Porirua mayor Anita Baker said it was difficult to judge the newly released spending without details of the amount and purpose.

'Clearly I would expect Wellington Water to be prudent with ratepayer money – just as all Wellingtonians would expect their local council to be similarly careful with what is spent,“ she said.

“I would also expect Wellington Water to invest in the wellbeing of its staff.”

Likewise, Wellington mayor Tory Whanau couldn’t comment on specific spending without Wellington Water giving the rationale.

“As a public entity, Wellington Water must spend ratepayer money carefully and transparently, with the core focus being to maintain and upgrade water infrastructure,” Whanau said.
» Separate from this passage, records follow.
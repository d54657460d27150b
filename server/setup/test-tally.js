/** Adds up what was tested: checks of our own (types, lint, ...) and the tests in Vitest's JSON reports. */
import { readFileSync } from 'node:fs';

export function newTally() {
  return { passed: 0, failed: 0, skipped: 0 };
}

export function countCheck(tally, succeeded) {
  if (succeeded) tally.passed += 1;
  else tally.failed += 1;
}

/** A file that failed without a failed test (it did not load, or a hook failed) counts as one failure. */
export function countReport(tally, report) {
  tally.passed += report.numPassedTests;
  tally.failed += report.numFailedTests;
  tally.skipped += report.numPendingTests + report.numTodoTests;
  for (const { status, assertionResults } of report.testResults) {
    if (status === 'failed' && !assertionResults.some((test) => test.status === 'failed')) tally.failed += 1;
  }
}

function readReport(file) {
  try {
    return JSON.parse(readFileSync(file, 'utf8'));
  } catch {
    return null;
  }
}

/** Adds a run of Vitest; a run that failed without a counted failure (crash, unhandled error, no report) is one. */
export function countRun(tally, { code, reportFile }) {
  const report = readReport(reportFile);
  const before = tally.failed;
  if (report !== null) countReport(tally, report);
  if ((code !== 0 && tally.failed === before) || report === null) tally.failed += 1;
}

/** The last line of npm test. */
export function lastLine({ passed, failed, skipped }) {
  return `${passed} passed, ${failed} failed${skipped > 0 ? `, ${skipped} skipped` : ''}`;
}

export function isGreen({ passed, failed }) {
  return failed === 0 && passed > 0;
}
Recent years have seen leaks become a regular feature in Wellington’s ageing pipe network and in 2023 it was estimated the region lost about 44% of all its treated water to leaks.

Wellington Water is owned by councils in Wellington, Upper and Lower Hutt, Porirua and South Wairarapa but, with its days likely numbered as a new water entity comes in, it has been under fire in a number of reports.

One recently found weakness in its financial systems and that it was at significant fraud risk, another found it was overpaying contractors, while one in 2023 found duplicated jobs and soaring costs.

It was revealed this week that the utility only just became aware of a 2021 report which “echoes some of the value for money issues” that came out in recent reports.